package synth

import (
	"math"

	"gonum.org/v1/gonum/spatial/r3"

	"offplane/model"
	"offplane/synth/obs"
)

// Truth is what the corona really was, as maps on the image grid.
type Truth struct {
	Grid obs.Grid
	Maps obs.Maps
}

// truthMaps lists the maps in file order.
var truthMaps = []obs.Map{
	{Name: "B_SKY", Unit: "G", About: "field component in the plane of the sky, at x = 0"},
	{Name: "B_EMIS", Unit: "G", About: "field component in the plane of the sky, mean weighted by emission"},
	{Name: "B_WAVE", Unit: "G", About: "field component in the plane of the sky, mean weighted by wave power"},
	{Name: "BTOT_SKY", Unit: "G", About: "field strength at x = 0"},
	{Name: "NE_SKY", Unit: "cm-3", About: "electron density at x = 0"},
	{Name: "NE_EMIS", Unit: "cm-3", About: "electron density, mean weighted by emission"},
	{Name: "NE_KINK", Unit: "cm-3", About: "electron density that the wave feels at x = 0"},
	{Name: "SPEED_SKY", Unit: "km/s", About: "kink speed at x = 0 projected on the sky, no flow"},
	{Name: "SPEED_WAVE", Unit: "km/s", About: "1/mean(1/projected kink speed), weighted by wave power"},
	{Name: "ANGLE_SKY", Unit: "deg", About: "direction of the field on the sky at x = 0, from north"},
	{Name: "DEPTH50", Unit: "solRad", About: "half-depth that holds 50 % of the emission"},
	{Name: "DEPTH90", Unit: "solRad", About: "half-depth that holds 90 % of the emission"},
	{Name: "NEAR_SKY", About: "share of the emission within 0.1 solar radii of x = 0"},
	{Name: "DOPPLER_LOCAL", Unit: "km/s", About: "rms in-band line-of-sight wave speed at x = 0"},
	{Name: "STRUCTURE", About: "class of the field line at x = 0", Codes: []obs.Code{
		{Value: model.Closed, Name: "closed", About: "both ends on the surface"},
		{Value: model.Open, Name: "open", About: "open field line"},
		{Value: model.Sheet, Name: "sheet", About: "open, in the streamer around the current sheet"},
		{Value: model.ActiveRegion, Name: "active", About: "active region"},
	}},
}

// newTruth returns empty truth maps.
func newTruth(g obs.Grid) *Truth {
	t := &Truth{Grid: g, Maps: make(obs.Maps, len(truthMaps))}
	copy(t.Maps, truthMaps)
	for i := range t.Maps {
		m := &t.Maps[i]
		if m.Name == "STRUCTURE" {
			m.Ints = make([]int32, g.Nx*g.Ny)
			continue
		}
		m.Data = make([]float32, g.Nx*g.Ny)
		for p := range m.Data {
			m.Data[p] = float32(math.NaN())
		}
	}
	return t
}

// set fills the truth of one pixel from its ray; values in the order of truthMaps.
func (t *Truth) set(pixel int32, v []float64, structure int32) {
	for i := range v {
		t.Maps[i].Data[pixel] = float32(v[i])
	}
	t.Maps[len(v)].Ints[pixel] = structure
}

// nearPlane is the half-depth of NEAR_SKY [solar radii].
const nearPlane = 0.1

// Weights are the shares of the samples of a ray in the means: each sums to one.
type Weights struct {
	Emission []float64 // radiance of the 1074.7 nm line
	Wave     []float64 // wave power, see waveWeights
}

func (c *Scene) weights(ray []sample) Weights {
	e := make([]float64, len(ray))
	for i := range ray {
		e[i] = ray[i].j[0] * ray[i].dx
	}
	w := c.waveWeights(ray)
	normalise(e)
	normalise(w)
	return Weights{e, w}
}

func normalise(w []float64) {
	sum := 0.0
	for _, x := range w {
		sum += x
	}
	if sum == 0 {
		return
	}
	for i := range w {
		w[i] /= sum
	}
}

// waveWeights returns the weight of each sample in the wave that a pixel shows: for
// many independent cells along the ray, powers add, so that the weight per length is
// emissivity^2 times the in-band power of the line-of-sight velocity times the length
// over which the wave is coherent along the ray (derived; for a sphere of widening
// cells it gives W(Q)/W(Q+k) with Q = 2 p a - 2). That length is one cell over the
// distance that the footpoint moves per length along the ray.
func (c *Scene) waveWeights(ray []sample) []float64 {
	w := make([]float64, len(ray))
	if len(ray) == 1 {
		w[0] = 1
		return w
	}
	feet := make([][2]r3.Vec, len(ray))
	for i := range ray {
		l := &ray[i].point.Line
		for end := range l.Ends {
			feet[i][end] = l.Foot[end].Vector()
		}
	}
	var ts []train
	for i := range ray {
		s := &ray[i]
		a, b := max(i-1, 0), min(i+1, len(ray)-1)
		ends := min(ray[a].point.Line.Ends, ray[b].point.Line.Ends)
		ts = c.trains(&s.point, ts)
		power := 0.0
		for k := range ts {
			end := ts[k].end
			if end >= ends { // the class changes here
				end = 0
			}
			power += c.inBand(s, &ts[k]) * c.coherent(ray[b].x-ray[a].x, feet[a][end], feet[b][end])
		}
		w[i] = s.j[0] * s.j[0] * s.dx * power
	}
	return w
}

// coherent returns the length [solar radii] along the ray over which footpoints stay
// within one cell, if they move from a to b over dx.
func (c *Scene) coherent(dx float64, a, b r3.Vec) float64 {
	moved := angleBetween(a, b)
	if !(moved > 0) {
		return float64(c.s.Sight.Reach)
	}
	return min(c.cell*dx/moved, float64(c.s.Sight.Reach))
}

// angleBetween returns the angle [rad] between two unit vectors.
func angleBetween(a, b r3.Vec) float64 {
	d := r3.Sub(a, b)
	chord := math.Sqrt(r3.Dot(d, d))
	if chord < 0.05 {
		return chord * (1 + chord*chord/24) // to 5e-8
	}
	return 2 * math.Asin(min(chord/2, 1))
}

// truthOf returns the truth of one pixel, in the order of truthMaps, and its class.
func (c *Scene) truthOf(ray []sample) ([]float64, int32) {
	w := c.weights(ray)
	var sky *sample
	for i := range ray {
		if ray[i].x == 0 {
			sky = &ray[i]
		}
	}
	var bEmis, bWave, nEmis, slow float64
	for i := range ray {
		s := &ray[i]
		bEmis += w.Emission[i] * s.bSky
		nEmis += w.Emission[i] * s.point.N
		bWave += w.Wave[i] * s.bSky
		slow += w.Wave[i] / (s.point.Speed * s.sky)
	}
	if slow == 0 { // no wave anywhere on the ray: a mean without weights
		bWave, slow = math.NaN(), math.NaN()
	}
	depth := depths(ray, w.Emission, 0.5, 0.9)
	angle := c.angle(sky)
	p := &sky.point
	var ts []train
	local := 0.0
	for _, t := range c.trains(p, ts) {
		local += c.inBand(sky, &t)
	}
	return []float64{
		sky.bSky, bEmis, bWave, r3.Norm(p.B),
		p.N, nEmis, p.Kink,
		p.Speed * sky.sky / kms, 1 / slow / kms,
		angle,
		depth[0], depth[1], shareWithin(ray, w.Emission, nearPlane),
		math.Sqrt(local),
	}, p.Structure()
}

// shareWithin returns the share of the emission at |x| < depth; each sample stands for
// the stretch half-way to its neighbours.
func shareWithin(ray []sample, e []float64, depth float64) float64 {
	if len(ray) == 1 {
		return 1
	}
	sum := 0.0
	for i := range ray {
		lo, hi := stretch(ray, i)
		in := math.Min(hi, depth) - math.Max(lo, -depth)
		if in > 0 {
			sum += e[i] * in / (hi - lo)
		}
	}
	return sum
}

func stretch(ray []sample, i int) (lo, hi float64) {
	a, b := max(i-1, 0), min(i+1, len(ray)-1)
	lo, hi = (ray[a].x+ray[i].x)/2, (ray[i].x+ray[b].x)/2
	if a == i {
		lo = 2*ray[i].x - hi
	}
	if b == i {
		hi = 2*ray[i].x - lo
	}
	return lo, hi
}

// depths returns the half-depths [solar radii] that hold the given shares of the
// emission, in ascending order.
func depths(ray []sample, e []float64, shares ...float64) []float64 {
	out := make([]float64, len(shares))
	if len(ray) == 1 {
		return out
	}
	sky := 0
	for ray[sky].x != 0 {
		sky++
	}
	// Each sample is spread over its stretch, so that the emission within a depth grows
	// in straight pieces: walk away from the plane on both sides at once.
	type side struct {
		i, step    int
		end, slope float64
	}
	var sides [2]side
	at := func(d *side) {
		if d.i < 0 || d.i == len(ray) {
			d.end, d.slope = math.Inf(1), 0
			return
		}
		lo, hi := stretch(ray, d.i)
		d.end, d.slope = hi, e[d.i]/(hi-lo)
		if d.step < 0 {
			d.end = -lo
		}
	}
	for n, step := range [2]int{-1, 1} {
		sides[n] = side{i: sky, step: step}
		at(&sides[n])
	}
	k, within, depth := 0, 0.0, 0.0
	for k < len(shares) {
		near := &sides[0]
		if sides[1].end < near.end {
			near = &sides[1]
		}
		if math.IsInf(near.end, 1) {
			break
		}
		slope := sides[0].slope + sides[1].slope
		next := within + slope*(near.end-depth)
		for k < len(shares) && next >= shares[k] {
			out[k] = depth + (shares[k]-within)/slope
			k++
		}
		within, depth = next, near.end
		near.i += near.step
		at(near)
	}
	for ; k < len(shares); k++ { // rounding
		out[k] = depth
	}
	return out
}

» Exercise prompt
Report each line in the data above that holds the word "weighted" by copying it.

» The answer
	{Name: "B_EMIS", Unit: "G", About: "field component in the plane of the sky, mean weighted by emission"},
	{Name: "B_WAVE", Unit: "G", About: "field component in the plane of the sky, mean weighted by wave power"},
	{Name: "NE_EMIS", Unit: "cm-3", About: "electron density, mean weighted by emission"},
	{Name: "SPEED_WAVE", Unit: "km/s", About: "1/mean(1/projected kink speed), weighted by wave power"},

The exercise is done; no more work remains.